──────── Data excerpts

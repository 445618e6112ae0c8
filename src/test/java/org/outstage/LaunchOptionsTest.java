package org.outstage;

import static org.junit.jupiter.api.Assertions.assertEquals;
import static org.junit.jupiter.api.Assertions.assertFalse;
import static org.junit.jupiter.api.Assertions.assertTrue;
import static org.junit.jupiter.api.Assumptions.assumeFalse;

import java.io.IOException;
import java.nio.charset.StandardCharsets;
import java.nio.file.Files;
import java.nio.file.Path;
import java.util.ArrayList;
import java.util.List;
import java.util.concurrent.TimeUnit;
import org.junit.jupiter.api.Test;
import org.junit.jupiter.api.io.TempDir;

/**
 * The JVM options both launchers choose (tools/launch-options.bash, sourced by tools/outstage and by the installed
 * image's bin/outstage): chosen by the work as documented, accepted by this JVM, and silent on stdout. A mistyped
 * option stops every start; a compiler command without {@code quiet} before it prints a line into the JSON.
 */
class LaunchOptionsTest {
    private static final Path RULES = Path.of("tools", "launch-options.bash");

    /** The options the rules append for these command-line arguments, one per element (DISPLAY unset). */
    private static List<String> options(String... args) throws IOException, InterruptedException {
        List<String> cmd = new ArrayList<>(List.of("bash", "-c",
                "source \"$0\"; jvm=(); outstage_mode \"$@\"; outstage_jvm_options \"$mode\" \"$@\"; echo \"mode=$mode\"; printf '%s\\n' \"${jvm[@]}\"",
                RULES.toString()));
        cmd.addAll(List.of(args));
        ProcessBuilder pb = new ProcessBuilder(cmd).redirectErrorStream(true);
        pb.environment().remove("DISPLAY");
        pb.environment().remove("WAYLAND_DISPLAY");
        Process p = pb.start();
        String out = new String(p.getInputStream().readAllBytes(), StandardCharsets.UTF_8);
        assertTrue(p.waitFor(30, TimeUnit.SECONDS));
        assertEquals(0, p.exitValue(), out);
        return out.lines().toList();
    }

    private static boolean windows() {
        return System.getProperty("os.name", "").startsWith("Windows");
    }

    @Test
    void commandLine_smallCapturesGetTheClientCompiler_liveKeepsBoth() throws Exception {
        assumeFalse(windows(), "the rules are bash (Windows runs tools/outstage.cmd)");
        List<String> analyze = options("analyze", "--json", "sample-captures/da60-level-020W.wav");
        assertEquals("mode=cli", analyze.get(0));
        assertTrue(analyze.contains("-XX:TieredStopAtLevel=1"), analyze.toString());
        List<String> live = options("live", "--seconds", "1");
        assertFalse(live.contains("-XX:TieredStopAtLevel=1"), live.toString());
        assertEquals("mode=gui", options("gui").get(0));
        assertEquals("mode=cli", options().get(0), "no command and no display: the bench job");
    }

    /** More than 256 MB of captures in one run keep both compilers; the sizes of all the files are summed. */
    @Test
    void largeBatch_keepsBothCompilers_bySummedSize(@TempDir Path dir) throws Exception {
        assumeFalse(windows(), "the rules are bash (Windows runs tools/outstage.cmd)");
        Path a = dir.resolve("a.wav"), b = dir.resolve("b b.wav");   // sparse: the size is what counts, not the blocks
        for (Path f : List.of(a, b)) {
            try (java.io.RandomAccessFile r = new java.io.RandomAccessFile(f.toFile(), "rw")) {
                r.setLength(150L * 1024 * 1024);
            }
        }
        assertTrue(options("analyze", a.toString()).contains("-XX:TieredStopAtLevel=1"), "150 MB: client compiler");
        List<String> both = options("analyze", "--json", a.toString(), b.toString(), "missing.wav");
        assertFalse(both.contains("-XX:TieredStopAtLevel=1"), "300 MB in two files: both compilers " + both);
    }

    @Test
    void compilerCommands_comeAfterQuiet() throws Exception {
        assumeFalse(windows(), "the rules are bash (Windows runs tools/outstage.cmd)");
        List<String> o = options("analyze", "x.wav");
        int quiet = o.indexOf("-XX:CompileCommand=quiet");
        assertTrue(quiet > 0, o.toString());
        for (int i = 0; i < o.size(); i++)
            if (o.get(i).startsWith("-XX:CompileCommand=") && i != quiet) assertTrue(i > quiet, o.get(i) + " before quiet");
    }

    /** This JVM starts with every option the rules choose, and `--version` prints its one line and nothing else. */
    @Test
    void theChosenOptions_startThisJvm_andLeaveStdoutClean(@TempDir Path dir) throws Exception {
        assumeFalse(windows(), "the rules are bash (Windows runs tools/outstage.cmd)");
        for (String[] args : new String[][] {{"analyze", "x.wav"}, {"live"}, {"gui"}}) {
            List<String> all = options(args), o = all.subList(1, all.size());   // after the mode line
            List<String> cmd = new ArrayList<>();
            cmd.add(Path.of(System.getProperty("java.home"), "bin", "java").toString());
            cmd.addAll(o);
            cmd.addAll(List.of("-cp", System.getProperty("java.class.path"), "org.outstage.Launcher", "--version"));
            Path err = dir.resolve("err.txt");
            Process p = new ProcessBuilder(cmd).redirectError(err.toFile()).start();
            String out = new String(p.getInputStream().readAllBytes(), StandardCharsets.UTF_8);
            assertTrue(p.waitFor(60, TimeUnit.SECONDS));
            assertEquals(0, p.exitValue(), String.join(" ", o) + ": " + Files.readString(err));
            assertEquals("outstage 0.1.0\n", out, "stdout with " + String.join(" ", o));
        }
    }
}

────────────────

Taking the entries above, print exactly the lines starting at the line with "cmd.addAll(List.of(args));" and ending at the line with "Process p = pb.start();", both included.

        cmd.addAll(List.of(args));
        ProcessBuilder pb = new ProcessBuilder(cmd).redirectErrorStream(true);
        pb.environment().remove("DISPLAY");
        pb.environment().remove("WAYLAND_DISPLAY");
        Process p = pb.start();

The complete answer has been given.